• [Problem description] The reply must consist of one number: how many lines of the data include the word "Hill".

• [Records for processing]
* * * * * * * * *

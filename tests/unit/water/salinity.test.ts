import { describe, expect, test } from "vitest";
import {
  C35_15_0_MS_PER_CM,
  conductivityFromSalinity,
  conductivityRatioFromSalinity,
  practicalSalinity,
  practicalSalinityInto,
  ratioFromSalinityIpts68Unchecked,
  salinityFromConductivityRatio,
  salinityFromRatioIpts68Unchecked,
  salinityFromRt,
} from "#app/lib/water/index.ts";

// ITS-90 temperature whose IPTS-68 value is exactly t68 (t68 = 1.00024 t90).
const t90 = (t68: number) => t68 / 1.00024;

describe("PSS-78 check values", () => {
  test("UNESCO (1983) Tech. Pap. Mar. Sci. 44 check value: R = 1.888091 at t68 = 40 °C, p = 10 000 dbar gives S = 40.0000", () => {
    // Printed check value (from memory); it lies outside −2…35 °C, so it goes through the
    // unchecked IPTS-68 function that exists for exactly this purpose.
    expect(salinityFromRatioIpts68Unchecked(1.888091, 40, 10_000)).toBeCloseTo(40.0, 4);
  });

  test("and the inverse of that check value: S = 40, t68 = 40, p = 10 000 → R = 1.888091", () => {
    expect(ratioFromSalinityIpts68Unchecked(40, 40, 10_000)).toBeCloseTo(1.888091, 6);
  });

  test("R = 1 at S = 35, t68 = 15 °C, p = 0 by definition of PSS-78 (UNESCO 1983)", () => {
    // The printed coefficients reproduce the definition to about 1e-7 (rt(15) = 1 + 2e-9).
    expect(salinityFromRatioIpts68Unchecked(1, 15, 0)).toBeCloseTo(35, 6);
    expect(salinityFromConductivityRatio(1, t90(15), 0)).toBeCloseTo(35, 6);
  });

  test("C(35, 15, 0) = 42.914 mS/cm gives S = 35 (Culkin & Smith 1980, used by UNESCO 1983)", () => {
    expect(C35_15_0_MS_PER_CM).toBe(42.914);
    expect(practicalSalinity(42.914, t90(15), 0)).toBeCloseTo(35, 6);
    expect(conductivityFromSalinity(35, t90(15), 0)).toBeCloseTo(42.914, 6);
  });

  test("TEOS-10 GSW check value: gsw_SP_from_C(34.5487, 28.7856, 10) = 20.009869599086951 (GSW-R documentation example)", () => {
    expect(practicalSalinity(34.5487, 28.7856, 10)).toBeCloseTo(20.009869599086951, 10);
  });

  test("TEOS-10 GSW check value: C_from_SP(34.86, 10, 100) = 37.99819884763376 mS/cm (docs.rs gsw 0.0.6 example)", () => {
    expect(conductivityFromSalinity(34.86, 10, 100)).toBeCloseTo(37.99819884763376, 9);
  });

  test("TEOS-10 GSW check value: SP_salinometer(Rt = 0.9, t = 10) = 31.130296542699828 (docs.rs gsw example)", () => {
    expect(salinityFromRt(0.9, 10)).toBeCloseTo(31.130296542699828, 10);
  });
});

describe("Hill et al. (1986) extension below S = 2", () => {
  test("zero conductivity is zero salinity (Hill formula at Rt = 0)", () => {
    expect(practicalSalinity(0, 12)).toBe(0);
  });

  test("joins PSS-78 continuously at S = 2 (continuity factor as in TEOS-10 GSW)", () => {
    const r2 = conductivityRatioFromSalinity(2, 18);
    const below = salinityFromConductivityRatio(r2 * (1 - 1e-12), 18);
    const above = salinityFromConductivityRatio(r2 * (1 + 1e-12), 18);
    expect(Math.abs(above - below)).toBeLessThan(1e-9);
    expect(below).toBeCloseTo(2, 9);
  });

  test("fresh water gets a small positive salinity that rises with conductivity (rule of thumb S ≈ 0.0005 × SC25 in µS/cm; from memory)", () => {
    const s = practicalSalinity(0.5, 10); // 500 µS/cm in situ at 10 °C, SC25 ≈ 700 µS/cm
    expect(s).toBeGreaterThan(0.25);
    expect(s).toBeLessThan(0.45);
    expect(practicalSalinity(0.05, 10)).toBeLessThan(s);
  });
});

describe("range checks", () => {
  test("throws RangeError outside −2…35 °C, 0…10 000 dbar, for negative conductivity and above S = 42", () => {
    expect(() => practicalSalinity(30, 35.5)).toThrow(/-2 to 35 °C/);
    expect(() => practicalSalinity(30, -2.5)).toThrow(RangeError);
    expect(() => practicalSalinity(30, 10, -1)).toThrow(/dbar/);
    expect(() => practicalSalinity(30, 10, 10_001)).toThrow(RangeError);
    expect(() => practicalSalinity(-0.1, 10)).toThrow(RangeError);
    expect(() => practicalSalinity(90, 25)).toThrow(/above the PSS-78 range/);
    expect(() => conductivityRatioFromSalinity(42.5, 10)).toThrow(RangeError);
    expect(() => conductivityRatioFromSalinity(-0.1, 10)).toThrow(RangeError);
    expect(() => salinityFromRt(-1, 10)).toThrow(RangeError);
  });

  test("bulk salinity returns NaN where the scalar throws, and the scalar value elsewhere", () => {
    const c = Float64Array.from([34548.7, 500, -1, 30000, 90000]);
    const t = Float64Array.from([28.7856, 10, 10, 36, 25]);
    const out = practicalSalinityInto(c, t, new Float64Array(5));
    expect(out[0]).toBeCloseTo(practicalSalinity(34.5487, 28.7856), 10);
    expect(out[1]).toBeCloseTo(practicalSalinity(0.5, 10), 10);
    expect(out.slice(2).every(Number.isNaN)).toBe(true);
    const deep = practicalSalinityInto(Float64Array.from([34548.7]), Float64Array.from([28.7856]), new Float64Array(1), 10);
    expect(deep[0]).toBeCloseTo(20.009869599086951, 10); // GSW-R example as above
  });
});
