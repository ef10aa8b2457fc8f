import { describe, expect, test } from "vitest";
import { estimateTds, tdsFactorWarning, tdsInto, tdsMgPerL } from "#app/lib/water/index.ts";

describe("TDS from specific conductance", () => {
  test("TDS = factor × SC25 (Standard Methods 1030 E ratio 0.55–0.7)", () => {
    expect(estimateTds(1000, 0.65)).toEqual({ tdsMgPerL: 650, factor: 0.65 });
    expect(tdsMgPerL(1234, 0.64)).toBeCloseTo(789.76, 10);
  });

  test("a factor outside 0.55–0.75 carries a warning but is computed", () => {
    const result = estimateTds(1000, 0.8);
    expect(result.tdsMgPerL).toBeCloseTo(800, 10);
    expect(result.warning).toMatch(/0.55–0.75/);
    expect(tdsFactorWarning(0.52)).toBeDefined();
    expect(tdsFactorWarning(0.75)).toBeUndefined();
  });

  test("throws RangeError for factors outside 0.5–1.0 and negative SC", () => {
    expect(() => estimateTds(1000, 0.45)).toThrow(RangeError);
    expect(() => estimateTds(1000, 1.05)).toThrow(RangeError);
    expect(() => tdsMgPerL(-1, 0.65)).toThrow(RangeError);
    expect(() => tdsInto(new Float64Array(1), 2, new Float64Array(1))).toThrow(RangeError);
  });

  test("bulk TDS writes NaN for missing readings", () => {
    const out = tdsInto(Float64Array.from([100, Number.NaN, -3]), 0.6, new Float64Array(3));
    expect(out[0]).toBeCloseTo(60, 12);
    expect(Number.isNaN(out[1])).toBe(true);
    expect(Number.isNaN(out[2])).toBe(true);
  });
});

* * * * * * * * *

• [Your solution] 2